Country: United Kingdom
While this might not be a hidden gem or discovery for most people (but then again, it was for me), this was a movie that I wanted to write about, as a) I really enjoyed it, and b) it was one of those "must-see" movies on my endless "to-see" list that I felt deserved some recognition. Plus, it's a more-than-worthy film made by one of the UK's finest filmmakers.
Anyways, here it is: one of the great, essential classics of cinema that I had neglected for the longest time. Now, after pushing myself to finally sitting down and doing it, I can finally say that I have seen Lawrence of Arabia.
This is a film that, by now, has a reputation that well precedes it, and for good reason. Made by the great David Lean (who also helmed The Bridge on the River Kwai and Doctor Zhivago), it tells the story of real-life British officer T. E. Lawrence who was bold (and nutty) enough to gather together the Arab tribes and lead a full-scale revolt against the Turks during World War I. The absolutely grandiose and pitch-perfect way in which this story is presented on the screen is proof that great films are not only made with massive budgets and production teams, but also an invaluable degree of imagination and skill. A film without heart is an empty film, no matter how big it is, and Lawrence certainly has that heart.
It goes without saying that a film as mammoth as this one is completely lost on the audience if they don't have a strong main character to latch onto, and they certainly get one in Peter O'Toole (who, amazingly, was still a relative newcomer to film acting at the time he made this). He is just great to watch as Lawrence, exuding charm, eccentricity, sensitivity and a sort of indescribable, hypnotic quality, all at the right moments. His Lawrence is utterly convincing as a man who only ever belongs to the ideas and beliefs that he feels most strongly about, national loyalty and military conduct be damned. Though the film's giant set pieces will stick out most prominently in people's minds, just as important to the film and this character are those quiet, gentle moments when Lawrence sits or paces by himself, lost in thought, his blue eyes staring out into the desert wastes.
Accompanying O'Toole is a slew of legendary actors doing fantastic work in their own roles.
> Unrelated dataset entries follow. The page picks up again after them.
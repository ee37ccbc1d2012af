"""What the references of a formula stand for: sheets, names, tables and linked workbooks."""

from __future__ import annotations

from dataclasses import dataclass

from cellsim.cells import LAST_COLUMN, LAST_ROW, CellRef, RangeRef
from cellsim.errors import FormulaSyntaxError
from cellsim.formula.cache import FormulaCache
from cellsim.formula.tree import (
    CellReference,
    Node,
    RangeReference,
    SheetPrefix,
    StructuredReference,
)
from cellsim.values import Array, ErrorValue, Reference, Scalar
from cellsim.workbook.model import DefinedName, ExternalWorkbook, Table, Workbook


@dataclass(frozen=True, slots=True)
class NameRecord:
    """A defined name with its formula parsed.

    Attributes:
        definition: The name as the workbook has it.
        tree: Its formula, relative references relative to cell A1; None if it does not parse.
    """

    definition: DefinedName
    tree: Node | None


class Resolver:
    """Looks up what references mean in one workbook; all spellings are case-insensitive."""

    def __init__(self, workbook: Workbook, cache: FormulaCache) -> None:
        self._titles = [sheet.title for sheet in workbook.sheets]
        self._by_title = {title.casefold(): title for title in self._titles}
        self._tables = {table.name.casefold(): table for table in workbook.tables}
        self._tables_by_sheet: dict[str, list[Table]] = {}
        for table in workbook.tables:
            self._tables_by_sheet.setdefault(table.area.sheet, []).append(table)
        self._external = {link.number: link for link in workbook.external}
        self._external_titles = {
            link.number: {title.casefold(): title for title in link.sheets}
            for link in workbook.external
        }
        self._names: dict[tuple[str | None, str], NameRecord] = {}
        for definition in workbook.names:
            scope = definition.scope.casefold() if definition.scope is not None else None
            self._names[scope, definition.name.casefold()] = NameRecord(
                definition, _parse_name(definition, cache)
            )
        self.last_row = max((sheet.last_row for sheet in workbook.sheets), default=0) or 1
        self.last_column = max((sheet.last_column for sheet in workbook.sheets), default=0) or 1

    def titles(self) -> list[str]:
        """The sheets' titles in order."""
        return self._titles

    def sheet(self, title: str) -> str | None:
        """The title as the workbook spells it, None if there is no such sheet."""
        return self._by_title.get(title.casefold())

    def sheets_of(self, prefix: SheetPrefix | None, own: str) -> list[str] | None:
        """The sheets that a prefix names, None if one is missing; a 3-D prefix names several."""
        if prefix is None:
            return [own]
        first = self.sheet(prefix.first)
        if first is None:
            return None
        if prefix.last is None:
            return [first]
        last = self.sheet(prefix.last)
        if last is None:
            return None
        start, end = sorted((self._titles.index(first), self._titles.index(last)))
        return self._titles[start : end + 1]

    def name(self, name: str, prefix: SheetPrefix | None, own: str) -> NameRecord | None:
        """The defined name that is meant: the sheet's own first, then the workbook's."""
        key = name.casefold()
        scope = prefix.first.casefold() if prefix is not None and prefix.first else own.casefold()
        return self._names.get((scope, key)) or self._names.get((None, key))

    def names(self) -> list[NameRecord]:
        """All defined names."""
        return list(self._names.values())

    def table(self, name: str) -> Table | None:
        """The table of that name."""
        return self._tables.get(name.casefold())

    def table_at(self, cell: CellRef) -> Table | None:
        """The table that holds a cell."""
        for table in self._tables_by_sheet.get(cell.sheet, ()):
            if table.area.holds(*cell):
                return table
        return None

    def area(self, node: CellReference | RangeReference, cell: CellRef) -> Reference | ErrorValue:
        """The cells that a plain reference of a workbook's own sheet means for a formula's cell."""
        sheets = self.sheets_of(node.prefix, cell.sheet)
        if sheets is None:
            return ErrorValue.REF
        bounds = bounds_of(node, cell.row, cell.column)
        return Reference(tuple(RangeRef(sheet, *bounds) for sheet in sheets))

    def structured(self, node: StructuredReference, cell: CellRef) -> Reference | ErrorValue:
        """The cells that a structured reference means for a formula's cell."""
        table = self.table_at(cell) if node.table is None else self.table(node.table)
        if table is None:
            return ErrorValue.REF
        columns = _table_columns(table, node)
        rows = _table_rows(table, node.items, cell)
        if isinstance(rows, ErrorValue):
            return rows
        if columns is None or rows[0] > rows[1]:
            return ErrorValue.REF
        return Reference((RangeRef(table.area.sheet, rows[0], columns[0], rows[1], columns[1]),))

    def external(self, node: CellReference | RangeReference, cell: CellRef) -> Scalar | Array:
        """The cached values of a reference into a linked workbook; #REF! where the file has none.

        Ask `keeps_values` first: where the file keeps no values of a sheet at all, nothing can be said.
        """
        link = self.external_link(node.prefix)
        if link is None or node.prefix is None:
            return ErrorValue.REF
        title = self._external_titles[link.number].get(node.prefix.first.casefold())
        if title is None:
            return ErrorValue.REF
        values = link.sheets[title]
        first_row, first_column, last_row, last_column = bounds_of(node, cell.row, cell.column)
        if (first_row, first_column) == (last_row, last_column):
            return values.get((first_row, first_column))
        last_row = min(last_row, max((row for row, _ in values), default=first_row))
        last_column = min(last_column, max((column for _, column in values), default=first_column))
        last_row, last_column = max(last_row, first_row), max(last_column, first_column)
        items = [
            values.get((row, column))
            for row in range(first_row, last_row + 1)
            for column in range(first_column, last_column + 1)
        ]
        return Array(last_row - first_row + 1, last_column - first_column + 1, items)

    def keeps_values(self, prefix: SheetPrefix) -> bool:
        """Whether the file keeps values of the linked sheet that a prefix names."""
        link = self.external_link(prefix)
        return link is None or prefix.first.casefold() in self._external_titles[link.number]

    def external_link(self, prefix: SheetPrefix | None) -> ExternalWorkbook | None:
        """The linked workbook that a prefix names by its number."""
        if prefix is None or prefix.workbook is None or not prefix.workbook.isdigit():
            return None
        return self._external.get(int(prefix.workbook))

    def clip(self, area: RangeRef) -> RangeRef:
        """A whole column or row cut off where the workbook's cells end; other ranges as they are.

        All sheets are cut at the same place, so that two columns of different sheets still match.
        """
        last_row, last_column = area.last_row, area.last_column
        if last_row - area.first_row > _CLIP_ROWS:
            last_row = max(area.first_row, min(last_row, self.last_row))
        if last_column - area.first_column > _CLIP_COLUMNS:
            last_column = max(area.first_column, min(last_column, self.last_column))
        if (last_row, last_column) == (area.last_row, area.last_column):
            return area
        return RangeRef(area.sheet, area.first_row, area.first_column, last_row, last_column)


_CLIP_ROWS = 60_000
_CLIP_COLUMNS = 4_000


def bounds_of(
    node: CellReference | RangeReference, row: int, column: int
) -> tuple[int, int, int, int]:
    """First row, first column, last row, last column of a reference in a formula at a position.

    A relative reference that leaves the sheet comes in again on its other side.
    """
    if isinstance(node, CellReference):
        r, c = _corner(node, row, column)
        return r, c, r, c
    row_1, column_1 = _corner(node.first, row, column)
    row_2, column_2 = _corner(node.last, row, column)
    return min(row_1, row_2), min(column_1, column_2), max(row_1, row_2), max(column_1, column_2)


def _corner(node: CellReference, row: int, column: int) -> tuple[int, int]:
    r = node.row + row if node.row_relative else node.row
    c = node.column + column if node.column_relative else node.column
    if not 1 <= r <= LAST_ROW:
        r = (r - 1) % LAST_ROW + 1
    if not 1 <= c <= LAST_COLUMN:
        c = (c - 1) % LAST_COLUMN + 1
    return r, c


def _parse_name(definition: DefinedName, cache: FormulaCache) -> Node | None:
    try:
        return cache.parse(definition.text, 1, 1, definition.name)
    except FormulaSyntaxError:
        return None  # a name that no formula may use; one that does gives #NAME?


def _table_columns(table: Table, node: StructuredReference) -> tuple[int, int] | None:
    if node.first_column is None:
        return table.area.first_column, table.area.last_column
    wanted = [node.first_column, node.last_column or node.first_column]
    headings = {heading.casefold(): k for k, heading in reversed(list(enumerate(table.columns)))}
    positions = [headings.get(heading.casefold()) for heading in wanted]
    if positions[0] is None or positions[1] is None:
        return None
    first, last = sorted((positions[0], positions[1]))
    return table.area.first_column + first, table.area.first_column + last


def _table_rows(
    table: Table, items: tuple[str, ...], cell: CellRef
) -> tuple[int, int] | ErrorValue:
    area = table.area
    data = area.first_row + table.header_rows, area.last_row - table.totals_rows
    if "#THIS ROW" in items:
        if not data[0] <= cell.row <= data[1]:
            return ErrorValue.VALUE
        return cell.row, cell.row
    parts = {
        "#ALL": (area.first_row, area.last_row),
        "#DATA": data,
        "#HEADERS": (area.first_row, area.first_row + table.header_rows - 1),
        "#TOTALS": (area.last_row - table.totals_rows + 1, area.last_row),
    }
    chosen = [parts[item] for item in items if item in parts] or [data]
    return min(first for first, _ in chosen), max(last for _, last in chosen)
Omar Sharif's Sherif Ali, besides having the great, rightly famous entrance scene in which he emerges from desert heat waves on camel, works alongside Lawrence as an ally, advisor and friend, though their relationship is not without its fair share of tension. Anthony Quinn is delightful as the larger-than-life Auda abu Tayi, the leader of one of the Arab tribes. He is a bombastic force of a man who has such great lines as, "Thy mother mated with a scorpion," and, to a sheepish British officer, "Be thankful that when God gave you a face, he gave you a fool's face!" Also turning up are Alec Guinness as the Arab Prince Feisal and Claude Rains as a sort of aide to the British generals whom Lawrence reports to throughout the film. Of course, these are merely the main players, and the film is populated with a cast of what must have been thousands of people in the battle and crowd sequences, doing their part to (believably) create the grand illusion that Lean envisioned.
Of course, a major part of what makes this epic film so, well, epic, is the stunning cinematography by F. A. Young. Besides being devastatingly beautiful, the majestic desert settings are presented as monumental, ultimately indifferent forces of nature where men and camels are shrunk to the size of fleas and death is often (but not always) as simple as a camel suddenly missing its rider.
One of the things that I particularly liked about the film was how well crafted and well edited it was. Something I often have problems with regarding classic Hollywood cinema is that it can be a bit too theatrical and distanced, making it hard to grow attached to the characters or be genuinely moved by the events unfolding onscreen. Not so with this film, which brings a sort of documentary/National Geographic-esque sensibility to the way it frames people within the settings, be they travelling caravans, camps set up under the scorching afternoon sun or solitary figures marching through the sand for survival. Also, there's a kind of sensibility to the way in which certain scenes are arranged and presented which you can't help but be impressed and moved by. A specific transition I'm thinking of happens near the beginning of the film, when a close-up shot of Lawrence holding a lit match close to his face abruptly cuts to an extreme long shot of the vast, empty red planes of the desert just as the sun emerges on the horizon. It's a bold, highly effective move; something that wouldn't be out of place in a Stanley Kubrick film.
While I definitely could (and should) have seen this film earlier, I'm simply glad to have enjoyed the viewing experience as much as I did, and that it more than lives up to its status as one of the greatest films ever made.